• WHAT NEEDS TO BE DONE: For the data below, give the number of lines in which "refill" occurs. Include nothing besides that number.
• • •
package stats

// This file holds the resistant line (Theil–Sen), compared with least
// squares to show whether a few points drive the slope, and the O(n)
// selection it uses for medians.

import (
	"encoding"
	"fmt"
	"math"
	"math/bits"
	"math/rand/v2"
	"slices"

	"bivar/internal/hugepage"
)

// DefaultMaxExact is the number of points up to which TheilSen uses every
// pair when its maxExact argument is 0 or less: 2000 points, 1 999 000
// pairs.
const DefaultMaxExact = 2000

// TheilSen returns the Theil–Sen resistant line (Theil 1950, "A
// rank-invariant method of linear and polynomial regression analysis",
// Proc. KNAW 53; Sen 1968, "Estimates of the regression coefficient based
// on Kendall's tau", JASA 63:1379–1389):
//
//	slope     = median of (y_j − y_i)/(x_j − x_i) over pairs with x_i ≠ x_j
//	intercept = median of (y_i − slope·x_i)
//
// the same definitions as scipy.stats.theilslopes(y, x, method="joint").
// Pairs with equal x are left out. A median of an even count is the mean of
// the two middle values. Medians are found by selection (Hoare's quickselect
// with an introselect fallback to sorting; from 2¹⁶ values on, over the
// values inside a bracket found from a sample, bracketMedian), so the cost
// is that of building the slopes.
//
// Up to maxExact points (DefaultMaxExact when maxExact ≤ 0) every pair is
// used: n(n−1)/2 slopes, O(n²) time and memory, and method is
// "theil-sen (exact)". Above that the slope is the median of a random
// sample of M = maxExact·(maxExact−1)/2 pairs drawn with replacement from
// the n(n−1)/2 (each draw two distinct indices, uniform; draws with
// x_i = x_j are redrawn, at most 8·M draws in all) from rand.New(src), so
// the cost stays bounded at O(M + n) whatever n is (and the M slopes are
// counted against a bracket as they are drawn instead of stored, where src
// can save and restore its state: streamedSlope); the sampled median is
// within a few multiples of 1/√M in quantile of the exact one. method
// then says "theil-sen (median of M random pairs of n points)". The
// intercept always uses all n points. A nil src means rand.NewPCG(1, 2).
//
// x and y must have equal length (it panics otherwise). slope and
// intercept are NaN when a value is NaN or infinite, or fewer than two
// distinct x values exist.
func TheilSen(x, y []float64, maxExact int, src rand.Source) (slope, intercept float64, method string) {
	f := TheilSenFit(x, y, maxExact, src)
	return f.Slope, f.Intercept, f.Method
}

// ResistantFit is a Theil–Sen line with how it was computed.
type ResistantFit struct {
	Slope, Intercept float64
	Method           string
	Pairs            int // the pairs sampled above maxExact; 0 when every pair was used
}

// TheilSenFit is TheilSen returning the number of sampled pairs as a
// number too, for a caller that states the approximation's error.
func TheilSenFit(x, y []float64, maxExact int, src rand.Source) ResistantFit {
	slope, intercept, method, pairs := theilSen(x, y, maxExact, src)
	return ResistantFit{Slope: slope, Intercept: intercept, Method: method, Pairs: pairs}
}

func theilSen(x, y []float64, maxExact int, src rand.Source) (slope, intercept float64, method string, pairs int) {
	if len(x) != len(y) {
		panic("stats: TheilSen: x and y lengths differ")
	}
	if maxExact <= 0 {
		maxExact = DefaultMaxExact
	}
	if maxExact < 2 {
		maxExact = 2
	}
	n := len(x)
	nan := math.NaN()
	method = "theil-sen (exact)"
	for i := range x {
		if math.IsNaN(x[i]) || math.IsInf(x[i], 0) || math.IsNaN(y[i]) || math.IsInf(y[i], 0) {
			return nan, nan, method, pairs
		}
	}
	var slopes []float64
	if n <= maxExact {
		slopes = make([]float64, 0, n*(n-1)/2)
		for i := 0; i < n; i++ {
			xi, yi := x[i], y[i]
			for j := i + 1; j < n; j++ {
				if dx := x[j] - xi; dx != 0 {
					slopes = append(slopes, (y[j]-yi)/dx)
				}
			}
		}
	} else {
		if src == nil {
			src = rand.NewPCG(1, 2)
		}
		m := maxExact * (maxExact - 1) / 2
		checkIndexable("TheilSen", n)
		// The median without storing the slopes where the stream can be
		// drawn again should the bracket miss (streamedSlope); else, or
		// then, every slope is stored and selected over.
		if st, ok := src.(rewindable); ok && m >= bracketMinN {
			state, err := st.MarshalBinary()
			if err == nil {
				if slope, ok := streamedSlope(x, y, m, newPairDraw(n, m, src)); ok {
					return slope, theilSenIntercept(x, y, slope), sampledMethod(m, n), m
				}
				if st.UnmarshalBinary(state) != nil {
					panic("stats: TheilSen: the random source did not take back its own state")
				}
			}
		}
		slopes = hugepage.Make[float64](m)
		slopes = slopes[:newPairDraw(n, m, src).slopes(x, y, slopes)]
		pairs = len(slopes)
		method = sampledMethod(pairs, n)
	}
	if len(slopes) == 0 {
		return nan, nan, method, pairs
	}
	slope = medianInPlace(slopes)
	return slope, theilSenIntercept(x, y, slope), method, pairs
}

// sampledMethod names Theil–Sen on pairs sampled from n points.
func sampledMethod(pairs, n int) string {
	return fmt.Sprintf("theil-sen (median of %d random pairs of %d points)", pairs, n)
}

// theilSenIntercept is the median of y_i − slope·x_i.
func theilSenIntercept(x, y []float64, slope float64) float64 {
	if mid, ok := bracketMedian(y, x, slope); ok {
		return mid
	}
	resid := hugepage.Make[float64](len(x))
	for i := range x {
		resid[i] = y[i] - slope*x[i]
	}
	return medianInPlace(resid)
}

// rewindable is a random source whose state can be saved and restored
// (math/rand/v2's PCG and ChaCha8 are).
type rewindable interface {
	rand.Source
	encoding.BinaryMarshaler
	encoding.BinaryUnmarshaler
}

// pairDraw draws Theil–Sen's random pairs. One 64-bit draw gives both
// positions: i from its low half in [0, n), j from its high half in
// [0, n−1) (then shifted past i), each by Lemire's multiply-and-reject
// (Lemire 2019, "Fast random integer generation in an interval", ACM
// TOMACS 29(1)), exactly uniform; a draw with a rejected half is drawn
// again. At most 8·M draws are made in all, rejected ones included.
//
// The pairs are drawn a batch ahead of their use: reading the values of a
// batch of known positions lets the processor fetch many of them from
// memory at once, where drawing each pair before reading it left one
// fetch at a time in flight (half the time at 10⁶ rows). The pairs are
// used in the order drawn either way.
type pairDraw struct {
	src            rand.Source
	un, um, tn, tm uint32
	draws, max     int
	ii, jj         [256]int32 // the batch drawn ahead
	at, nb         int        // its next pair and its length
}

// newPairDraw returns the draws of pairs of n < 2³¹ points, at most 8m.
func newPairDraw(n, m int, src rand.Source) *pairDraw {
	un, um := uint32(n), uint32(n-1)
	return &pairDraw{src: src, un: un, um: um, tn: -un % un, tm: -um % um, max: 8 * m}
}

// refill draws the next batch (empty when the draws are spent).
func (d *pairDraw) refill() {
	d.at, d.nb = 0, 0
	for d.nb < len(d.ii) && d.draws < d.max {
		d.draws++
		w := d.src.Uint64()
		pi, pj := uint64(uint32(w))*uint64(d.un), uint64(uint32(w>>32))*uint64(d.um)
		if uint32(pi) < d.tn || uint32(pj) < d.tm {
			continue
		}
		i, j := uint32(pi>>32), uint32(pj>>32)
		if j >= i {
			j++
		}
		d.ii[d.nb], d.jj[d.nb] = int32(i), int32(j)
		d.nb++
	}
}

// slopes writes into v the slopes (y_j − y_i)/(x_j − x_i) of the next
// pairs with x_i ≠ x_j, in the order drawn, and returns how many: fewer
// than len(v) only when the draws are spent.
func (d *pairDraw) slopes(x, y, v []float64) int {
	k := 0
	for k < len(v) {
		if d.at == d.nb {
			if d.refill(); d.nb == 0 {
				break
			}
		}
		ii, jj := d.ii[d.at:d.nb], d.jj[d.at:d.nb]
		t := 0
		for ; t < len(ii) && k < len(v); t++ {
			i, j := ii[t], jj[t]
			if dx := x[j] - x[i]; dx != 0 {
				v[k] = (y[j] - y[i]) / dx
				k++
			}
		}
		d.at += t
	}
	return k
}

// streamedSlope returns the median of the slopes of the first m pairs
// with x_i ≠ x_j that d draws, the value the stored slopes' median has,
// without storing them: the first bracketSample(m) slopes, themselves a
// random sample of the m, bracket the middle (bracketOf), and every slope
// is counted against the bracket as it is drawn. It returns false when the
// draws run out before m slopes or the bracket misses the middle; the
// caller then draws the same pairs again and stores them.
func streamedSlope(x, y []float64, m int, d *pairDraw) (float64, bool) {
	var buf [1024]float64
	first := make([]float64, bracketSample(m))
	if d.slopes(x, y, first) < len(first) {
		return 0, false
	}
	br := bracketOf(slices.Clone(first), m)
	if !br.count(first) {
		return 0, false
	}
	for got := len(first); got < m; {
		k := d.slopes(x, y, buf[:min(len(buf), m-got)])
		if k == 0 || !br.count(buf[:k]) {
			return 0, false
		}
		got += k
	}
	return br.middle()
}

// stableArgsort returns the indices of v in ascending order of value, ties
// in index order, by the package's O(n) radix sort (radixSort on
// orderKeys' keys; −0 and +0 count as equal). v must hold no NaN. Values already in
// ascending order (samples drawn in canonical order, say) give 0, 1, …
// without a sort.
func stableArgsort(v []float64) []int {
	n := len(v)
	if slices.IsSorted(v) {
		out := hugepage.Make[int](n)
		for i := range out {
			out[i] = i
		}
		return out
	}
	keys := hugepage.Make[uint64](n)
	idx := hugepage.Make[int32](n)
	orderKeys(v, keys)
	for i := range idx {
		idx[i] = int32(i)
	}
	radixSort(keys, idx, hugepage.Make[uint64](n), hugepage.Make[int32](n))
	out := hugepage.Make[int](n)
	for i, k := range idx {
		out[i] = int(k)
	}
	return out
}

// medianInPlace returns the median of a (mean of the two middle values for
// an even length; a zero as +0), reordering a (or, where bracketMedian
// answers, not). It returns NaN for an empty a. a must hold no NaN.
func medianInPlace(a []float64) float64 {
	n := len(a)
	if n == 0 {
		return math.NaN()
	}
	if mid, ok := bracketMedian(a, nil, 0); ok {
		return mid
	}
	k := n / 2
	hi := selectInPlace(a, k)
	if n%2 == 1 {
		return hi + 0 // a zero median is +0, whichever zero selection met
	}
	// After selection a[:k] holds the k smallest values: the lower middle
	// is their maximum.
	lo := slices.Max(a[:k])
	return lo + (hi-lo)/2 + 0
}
• • •
• RESPONSE AREA: 3